WORK INSTRUCTIONS> Output all the data below verbatim.

GIVEN ENTRIES>

——————————

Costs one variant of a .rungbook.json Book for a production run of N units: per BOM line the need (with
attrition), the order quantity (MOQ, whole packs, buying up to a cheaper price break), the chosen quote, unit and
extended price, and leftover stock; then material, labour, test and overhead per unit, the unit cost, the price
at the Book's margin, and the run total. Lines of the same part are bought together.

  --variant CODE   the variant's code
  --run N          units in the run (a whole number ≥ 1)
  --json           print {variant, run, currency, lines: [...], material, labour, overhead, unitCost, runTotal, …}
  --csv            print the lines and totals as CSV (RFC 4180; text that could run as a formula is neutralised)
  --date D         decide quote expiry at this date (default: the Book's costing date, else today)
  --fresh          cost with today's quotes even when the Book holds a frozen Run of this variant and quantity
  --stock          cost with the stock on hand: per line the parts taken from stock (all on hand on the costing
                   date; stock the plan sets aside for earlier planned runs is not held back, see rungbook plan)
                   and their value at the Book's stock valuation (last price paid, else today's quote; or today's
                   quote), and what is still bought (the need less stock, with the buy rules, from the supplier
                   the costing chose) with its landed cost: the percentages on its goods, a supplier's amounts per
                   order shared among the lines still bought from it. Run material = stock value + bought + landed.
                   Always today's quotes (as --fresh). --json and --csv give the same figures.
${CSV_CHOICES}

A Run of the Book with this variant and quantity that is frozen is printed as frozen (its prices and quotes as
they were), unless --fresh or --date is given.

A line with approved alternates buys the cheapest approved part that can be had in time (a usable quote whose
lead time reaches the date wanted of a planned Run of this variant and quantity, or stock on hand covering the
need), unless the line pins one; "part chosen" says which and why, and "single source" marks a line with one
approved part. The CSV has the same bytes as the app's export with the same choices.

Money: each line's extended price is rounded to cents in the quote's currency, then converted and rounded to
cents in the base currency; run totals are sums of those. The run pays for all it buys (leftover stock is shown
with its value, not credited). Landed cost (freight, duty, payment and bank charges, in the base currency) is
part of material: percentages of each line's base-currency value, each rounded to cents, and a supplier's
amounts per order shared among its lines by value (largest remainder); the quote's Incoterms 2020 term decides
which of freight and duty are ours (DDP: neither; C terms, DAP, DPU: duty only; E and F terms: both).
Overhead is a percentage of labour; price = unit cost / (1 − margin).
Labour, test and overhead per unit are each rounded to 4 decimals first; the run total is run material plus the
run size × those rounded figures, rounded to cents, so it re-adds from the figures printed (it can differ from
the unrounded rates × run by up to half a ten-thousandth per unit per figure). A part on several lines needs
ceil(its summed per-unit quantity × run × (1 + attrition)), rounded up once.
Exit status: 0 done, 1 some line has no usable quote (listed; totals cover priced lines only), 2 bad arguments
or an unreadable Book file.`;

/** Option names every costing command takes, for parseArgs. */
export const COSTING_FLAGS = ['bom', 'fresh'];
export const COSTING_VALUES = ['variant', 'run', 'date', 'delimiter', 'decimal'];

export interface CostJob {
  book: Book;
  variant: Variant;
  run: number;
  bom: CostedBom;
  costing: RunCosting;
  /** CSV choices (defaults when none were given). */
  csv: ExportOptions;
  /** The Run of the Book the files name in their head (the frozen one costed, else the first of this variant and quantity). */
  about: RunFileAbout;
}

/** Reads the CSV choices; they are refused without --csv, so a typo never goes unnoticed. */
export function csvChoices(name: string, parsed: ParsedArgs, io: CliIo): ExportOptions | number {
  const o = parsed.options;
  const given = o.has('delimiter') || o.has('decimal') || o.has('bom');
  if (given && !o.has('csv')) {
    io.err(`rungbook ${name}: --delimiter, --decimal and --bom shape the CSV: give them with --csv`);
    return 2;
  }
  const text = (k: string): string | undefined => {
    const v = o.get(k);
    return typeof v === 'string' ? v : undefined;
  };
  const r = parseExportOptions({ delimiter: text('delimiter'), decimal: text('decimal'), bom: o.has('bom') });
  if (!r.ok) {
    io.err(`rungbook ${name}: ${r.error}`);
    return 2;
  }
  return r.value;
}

——————————

TASK OUTPUT>
Costs one variant of a .rungbook.json Book for a production run of N units: per BOM line the need (with
attrition), the order quantity (MOQ, whole packs, buying up to a cheaper price break), the chosen quote, unit and
extended price, and leftover stock; then material, labour, test and overhead per unit, the unit cost, the price
at the Book's margin, and the run total. Lines of the same part are bought together.

  --variant CODE   the variant's code
  --run N          units in the run (a whole number ≥ 1)
  --json           print {variant, run, currency, lines: [...], material, labour, overhead, unitCost, runTotal, …}
  --csv            print the lines and totals as CSV (RFC 4180; text that could run as a formula is neutralised)
  --date D         decide quote expiry at this date (default: the Book's costing date, else today)
  --fresh          cost with today's quotes even when the Book holds a frozen Run of this variant and quantity
  --stock          cost with the stock on hand: per line the parts taken from stock (all on hand on the costing
                   date; stock the plan sets aside for earlier planned runs is not held back, see rungbook plan)
                   and their value at the Book's stock valuation (last price paid, else today's quote; or today's
                   quote), and what is still bought (the need less stock, with the buy rules, from the supplier
                   the costing chose) with its landed cost: the percentages on its goods, a supplier's amounts per
                   order shared among the lines still bought from it. Run material = stock value + bought + landed.
                   Always today's quotes (as --fresh). --json and --csv give the same figures.
${CSV_CHOICES}

A Run of the Book with this variant and quantity that is frozen is printed as frozen (its prices and quotes as
they were), unless --fresh or --date is given.

A line with approved alternates buys the cheapest approved part that can be had in time (a usable quote whose
lead time reaches the date wanted of a planned Run of this variant and quantity, or stock on hand covering the
need), unless the line pins one; "part chosen" says which and why, and "single source" marks a line with one
approved part. The CSV has the same bytes as the app's export with the same choices.

Money: each line's extended price is rounded to cents in the quote's currency, then converted and rounded to
cents in the base currency; run totals are sums of those. The run pays for all it buys (leftover stock is shown
with its value, not credited). Landed cost (freight, duty, payment and bank charges, in the base currency) is
part of material: percentages of each line's base-currency value, each rounded to cents, and a supplier's
amounts per order shared among its lines by value (largest remainder); the quote's Incoterms 2020 term decides
which of freight and duty are ours (DDP: neither; C terms, DAP, DPU: duty only; E and F terms: both).
Overhead is a percentage of labour; price = unit cost / (1 − margin).
Labour, test and overhead per unit are each rounded to 4 decimals first; the run total is run material plus the
run size × those rounded figures, rounded to cents, so it re-adds from the figures printed (it can differ from
the unrounded rates × run by up to half a ten-thousandth per unit per figure). A part on several lines needs
ceil(its summed per-unit quantity × run × (1 + attrition)), rounded up once.
Exit status: 0 done, 1 some line has no usable quote (listed; totals cover priced lines only), 2 bad arguments
or an unreadable Book file.`;

/** Option names every costing command takes, for parseArgs. */
export const COSTING_FLAGS = ['bom', 'fresh'];
export const COSTING_VALUES = ['variant', 'run', 'date', 'delimiter', 'decimal'];

export interface CostJob {
  book: Book;
  variant: Variant;
  run: number;
  bom: CostedBom;
  costing: RunCosting;
  /** CSV choices (defaults when none were given). */
  csv: ExportOptions;
  /** The Run of the Book the files name in their head (the frozen one costed, else the first of this variant and quantity). */
  about: RunFileAbout;
}

/** Reads the CSV choices; they are refused without --csv, so a typo never goes unnoticed. */
export function csvChoices(name: string, parsed: ParsedArgs, io: CliIo): ExportOptions | number {
  const o = parsed.options;
  const given = o.has('delimiter') || o.has('decimal') || o.has('bom');
  if (given && !o.has('csv')) {
    io.err(`rungbook ${name}: --delimiter, --decimal and --bom shape the CSV: give them with --csv`);
    return 2;
  }
  const text = (k: string): string | undefined => {
    const v = o.get(k);
    return typeof v === 'string' ? v : undefined;
  };
  const r = parseExportOptions({ delimiter: text('delimiter'), decimal: text('decimal'), bom: o.has('bom') });
  if (!r.ok) {
    io.err(`rungbook ${name}: ${r.error}`);
    return 2;
  }
  return r.value;
}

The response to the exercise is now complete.